Finally, I got Mark Benschop to make good on his promise of my gilbackker curry lunch. While eating it last Saturday, James Bond came into the restaurant and sat at our table, so the logical occurred – we asked Bond to pay. And he did. We talked a lot about politics with the conclusion that Bond has a long career in politics given his youth and legal profession. I said to him that I anticipate another thirty years for him.
That night I was the guest speaker at an AFC rally at Stabroek Market Square (I am not a member of any political party). Just before I was to make my presentation, Nigel Mc Kenzie of the Kaieteur News called my cell to tell me that Ralph Ramkarran had resigned from the PPP. As soon as I heard that, my mind for no reason flashed right back to the lunch discussion with James Bond.
No matter the disagreement Ramkarran and I had over the years, I know that his resignation came because he was made a victim of an authoritarian party structure and I thought there and then of the leadership of APNU and the AFC and who would be their victim as Ramkarran was the PPP’s.
My mind went back to James Bond because when the two independent dailies carried the news that the PPP-dominated UG Council had terminated my contract, James Bond was the only APNU figure that phoned me with the words; “Freddie let me know what I could do.” David Granger did call but that was in response to my initial contact with his office.
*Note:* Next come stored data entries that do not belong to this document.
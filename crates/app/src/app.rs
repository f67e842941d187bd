//! The application state: persisted choices, loaded data, caches, jobs and panels, and the frame loop.

use std::path::{Path, PathBuf};
use std::sync::Arc;
use std::time::Duration;

use eframe::egui;

use crate::actions::Action;
use crate::cache::{ReadingCache, Slot};
use crate::model::{Attention, BearingHistory, BearingKey, ImportSummary, PlantTree};
use crate::panels::bearing_ui::EvidencePanel;
use crate::panels::changes_ui::ChangesPanel;
use crate::panels::spectra_ui::SpectraPanel;
use crate::panels::tree_ui::PlantTreePanel;
use crate::panels::trend_ui::TrendPanel;
use crate::panels::waveform_ui::WaveformPanel;
use crate::path_prompt::{Asked, PathPurpose};
use crate::plan_view::PlanPanel;
use crate::screenshot::ScreenshotPlan;
use crate::settings::{PersistedState, View};
use crate::source::Backend;
use crate::worker::{DataWorker, ImportJob, Request};

/// Key of the persisted state in eframe's storage.
const STATE_KEY: &str = "spallcast-state";

/// Longest time spent per frame taking replies off the worker channels.
const DRAIN_BUDGET: Duration = Duration::from_millis(8);

/// How often the window asks whether another process (a command-line import, a second window) changed
/// the database.
const CHANGE_POLL: Duration = Duration::from_secs(3);

/// How the window starts.
#[derive(Debug, Clone, Default)]
pub struct StartOptions {
    /// Database to open.
    pub db_path: Option<PathBuf>,
    /// View to show first (overrides the saved one).
    pub start_view: Option<View>,
    /// Save a screenshot here once the data has loaded, then close.
    pub screenshot: Option<PathBuf>,
    /// Skip the first-run cautions notice (screenshots, tests that do not test it).
    pub cautions_acknowledged: bool,
    /// The day the outage plan is drawn from (default: today, local time).
    pub today: Option<chrono::NaiveDate>,
    /// Never try the native file dialogs: "Open database…" and "Import route folder…" ask for a typed
    /// path (tests; set from `SPALLCAST_NO_FILE_DIALOG` for a desktop whose portal misbehaves).
    pub no_file_dialog: bool,
}

/// A line for the status bar.
#[derive(Debug, Clone, PartialEq)]
pub struct StatusMessage {
    /// The text.
    pub text: String,
    /// Whether it reports a failure.
    pub is_error: bool,
}

/// The Spallcast window.
#[allow(
    clippy::struct_excessive_bools,
    reason = "independent in-flight flags of separate background requests, not a state machine"
)]
pub struct SpallcastApp {
    /// Choices saved between runs.
    pub state: PersistedState,
    pub(crate) backend: Arc<dyn Backend>,
    pub(crate) ctx: egui::Context,
    pub(crate) worker: Option<DataWorker>,
    pub(crate) import: Option<ImportJob>,
    pub(crate) import_summary: Option<Result<ImportSummary, String>>,
    pub(crate) plant: Option<PlantTree>,
    pub(crate) attention: Option<Attention>,
    pub(crate) plant_loading: bool,
    pub(crate) selected: Option<BearingKey>,
    pub(crate) history: Option<BearingHistory>,
    pub(crate) history_loading: bool,
    pub(crate) cache: ReadingCache,
    pub(crate) status: Option<StatusMessage>,
    pub(crate) last_spectra_time: Option<Duration>,
    pub(crate) tree: PlantTreePanel,
    pub(crate) changes: ChangesPanel,
    pub(crate) spectra: SpectraPanel,
    pub(crate) trend: TrendPanel,
    pub(crate) waveform: WaveformPanel,
    pub(crate) evidence: EvidencePanel,
    pub(crate) plan: Option<PlanPanel>,
    pub(crate) plan_loading: bool,
    pub(crate) today: chrono::NaiveDate,
    pub(crate) last_change_check: std::time::Instant,
    pub(crate) change_check_pending: bool,
    pub(crate) screenshot: Option<ScreenshotPlan>,
    /// The typed-path prompt, when the file dialog could not be shown.
    pub(crate) path_prompt: Option<crate::path_prompt::PathPrompt>,
    /// A note or baseline change is on its way to the data thread.
    pub(crate) annotating: bool,
    /// A plot being saved: its PNG waits for the window's screenshot.
    pub(crate) pending_png: Option<crate::plot_export::PendingPng>,
    no_file_dialog: bool,
    persist: bool,
}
I thought of Bond because what happened to Ramkarran can visit any young man like Bond and so many others if their parties are not open to leadership changes and a constitution that prevents the encrustation of dictatorial instincts.
Last week, I asked Gino Persaud, Chairman of Transparency International (Guyana chapter) if his newly formed organization has term limits. He said yes. I have put the same question to Gerhard Ramsaroop several times about whether the AFC has the same system. He said yes. Term limits prevent a person from controlling and dominating an organization to the point where it becomes their property.
Think of what a wealthy lawyer, doctor, and businessman can do to the structure of a group if he/she finances it and is responsible for its continued existence. This benefactor then decided who gets what and who does what for the party.
People like James Bond, Gerhard Ramsaroop, Gino Persaud, Michael Carrington, and Mark Benschop among others are young activists who have a destiny in shaping Guyana for the better. They have to ensure that whatever group they function in, that entity must by its constitution prevent longevity of power. We in Guyana have to turn our backs on Jagan/Burnham ownership mentality.
I have my disagreements with Ralph Ramkarran but I would uphold his right to disagree with me publish his views and demand his party recognize his right to comment on things he feels are wrong. At the end of the day, Ramkarran, Faith Harding, Henry Jeffrey, Aubrey Norton (to a certain extent) and others abided by a faulty structure that eventually hurt them.
It was Henry Jeffrey who told Denis Chabrol that there was never ever the mere existence of a group named the Civic Component. He went on to state for the sake of peace he didn’t raise it because Dr. Jagan did not take to the idea of such a formation. But given the moment that was presented to Jeffrey in 1992, Dr. Jagan could not have afforded to back down.
He announced to the world that the PPP was in coalition with the Civic Component and therefore the moment was there to seize to form such a party. History would have turned out differently if there was a legal civic formation.
In my opinion Jeffrey didn’t care about forming the civic group. He was content with power. Mr. Ramkarran is a different kettle of fish. In 1999 when there was no longer a Jagan presence in the PPP Government and Mrs. Jagan subsequently became ill, Mr. Ramkarran was the de facto elder statesman of the PPP. Reepu Dam Persaud and Harry Nokta were on their way down because of age.
Mr. Ramkarran’s stature was large at that time in and out of the PPP. From 2001, things began to slide under Mr. Jagdeo. After the 2006 election, Mr. Jagdeo went out of control. It was time for Mr. Ramkarran to step in and invoke his father’s image. Sadly, he chose not to.